= Magneto Inductive Remote Activation Munition System =

The Magneto Inductive Remote Activation Munition System (MI-RAMS) is a variant of the Remote Munition System (RAMS) that uses electromagnetic induction to control electronic equipment, including demolition charges, munitions, and active barriers. The handheld MI-RAMS receiver consists of a box-shaped device with a fixed bulkhead-style receptacle connector on the top with a non-leaking metal shell threaded in the rear section of the connector and sealed with an O-ring.

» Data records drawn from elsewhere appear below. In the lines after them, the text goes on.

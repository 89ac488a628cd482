/* SPDX-License-Identifier: GPL-3.0-or-later */
/* tiny_world.h: small designs and draws made by hand, for tests of targets, measures and shares. */
#ifndef TERRACE_TEST_TINY_WORLD_H
#define TERRACE_TEST_TINY_WORLD_H

#include <stdint.h>

#include "design/design.h"
#include "posterior/posterior.h"

enum { TINY_LEVELS = 8, TINY_TARGETS = 8 };

/* Valid from tiny_init on; `d` points into the struct, which must not move. */
struct tiny_world {
    struct design d;
    struct level level[TINY_LEVELS];
    struct target target[TINY_TARGETS];
    double ratio[TINY_LEVELS], at_least[TINY_LEVELS], at_most[TINY_LEVELS];
};

/* Levels A, B, C, ... at 1, 2, 3, ...; gains against the control (index or LEVEL_NONE) if there is
 * one, else none; continuous, higher is better; equal ratio; adapts by target 0; no targets yet. */
void tiny_init(struct tiny_world *w, size_t levels, int control);

/* Appends a target: `number` is its fraction, effect or margin. */
struct target *tiny_target(struct tiny_world *w, const struct target_rule *rule, double number,
                           int of);

/* n draws of the world's levels: value(i, level) on both scales. The array is owned by the caller
 * and freed by mem_free. */
double *tiny_draws(struct draws *out, const struct tiny_world *w, size_t n,
                   double (*value)(size_t i, size_t level));

/* A small generator of the tests' own: whole numbers below `below`. */
uint64_t tiny_random(uint64_t *state, uint64_t below);

#endif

With the use of quasi-static AC magnetic fields, MI-RAMS is capable of sending signals through ice, rock, soil, water, and concrete. As a result, MI-RAMS is often used to remotely control ordnance items and communication systems in areas in which radio frequency devices under-perform or fail. These areas include caves, bunkers, tunnels, dense jungle, ice fields, urban structures, and up to 66 feet underwater. The wireless channel created by MI-RAMS does not produce any far field (RF) emissions, which decreases likelihood of detection outside of the operating area. The MI-RAMS transmitters and receivers have also been designed to work with existing communication technology, allowing other types of handsets to link to the system and communicate with each other as long as one MI-RAMS unit is present.

MI-RAMS was designed and modified by researchers at the Army Research Laboratory for U.S. Army Combat Engineer Forces and Army and Navy Special Operations Forces (SEALs) to aid in establishing terrain dominance.